<<<<

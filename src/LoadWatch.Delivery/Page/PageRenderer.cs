using LoadWatch.Delivery.Pictures;
using LoadWatch.Notices;

namespace LoadWatch.Delivery.Page;

/// <summary>A brief as one self-contained HTML file: no script, nothing fetched, readable on phone, desk, in the dark, by ear and on paper.</summary>
public static class PageRenderer
{
    private static readonly LiquidTemplate Template = new("Page.brief");

    /// <summary>The same brief gives the same bytes, in every culture.</summary>
    /// <param name="pictures">Whether pictures can be drawn; null: as this machine can.</param>
    public static string Render(Brief brief, PictureProbe? pictures = null) => Template.Render(PageModel.Of(brief, pictures ?? PictureProbe.OfMachine));
}
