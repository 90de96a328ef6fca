using NodaTime;

namespace LoadWatch.Activities;

/// <summary>Whether two recordings of one person are of the same session (I-9).</summary>
public static class SessionOverlap
{
    /// <summary>How far apart two starts of one session may lie, whatever they overlap: strength sets and points have no length. A choice: two devices
    /// started by one hand.</summary>
    public static Duration StartTolerance { get; } = Duration.FromSeconds(2);

    /// <summary>
    /// They overlap by half of the shorter of the two or more, or start together. A recording without a length overlaps what it lies in. Recordings of
    /// one file only if start and samples are equal: a file knows its own sessions, and tells none twice but by a defect of its writer.
    /// </summary>
    public static bool IsOneSession(RecordingSummary one, RecordingSummary other) => one.Sha == other.Sha
        ? one.Start == other.Start && one.SamplesDigest == other.SamplesDigest
        : StartTogether(one, other) || (Overlap(one, other) && Common(one, other) * 2 >= Duration.Min(Length(one), Length(other)));

    /// <summary>Whether the one can bear on what becomes of the other.</summary>
    public static bool Touch(RecordingSummary one, RecordingSummary other) => StartTogether(one, other) || Overlap(one, other);

    /// <summary>The time that both of them ran.</summary>
    public static Duration Common(RecordingSummary one, RecordingSummary other) =>
        Duration.Max(Duration.Zero, Instant.Min(one.End, other.End) - Instant.Max(one.Start, other.Start));

    public static Duration Length(RecordingSummary one) => one.End - one.Start;

    private static bool StartTogether(RecordingSummary one, RecordingSummary other)
    {
        var apart = one.Start - other.Start;
        return apart <= StartTolerance && -apart <= StartTolerance;
    }

    private static bool Overlap(RecordingSummary one, RecordingSummary other) =>
        Common(one, other) > Duration.Zero || LiesIn(one, other) || LiesIn(other, one);

    private static bool LiesIn(RecordingSummary point, RecordingSummary other) =>
        point.Start == point.End && point.Start >= other.Start && point.Start < other.End;
}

>>>>

**TASK BRIEF:** Pull out all lines from the entries above in which the word "Duration" appears.

**SOLUTION FOR THIS PROBLEM:**
    public static Duration StartTolerance { get; } = Duration.FromSeconds(2);
        : StartTogether(one, other) || (Overlap(one, other) && Common(one, other) * 2 >= Duration.Min(Length(one), Length(other)));
    public static Duration Common(RecordingSummary one, RecordingSummary other) =>
        Duration.Max(Duration.Zero, Instant.Min(one.End, other.End) - Instant.Max(one.Start, other.Start));
    public static Duration Length(RecordingSummary one) => one.End - one.Start;
        Common(one, other) > Duration.Zero || LiesIn(one, other) || LiesIn(other, one);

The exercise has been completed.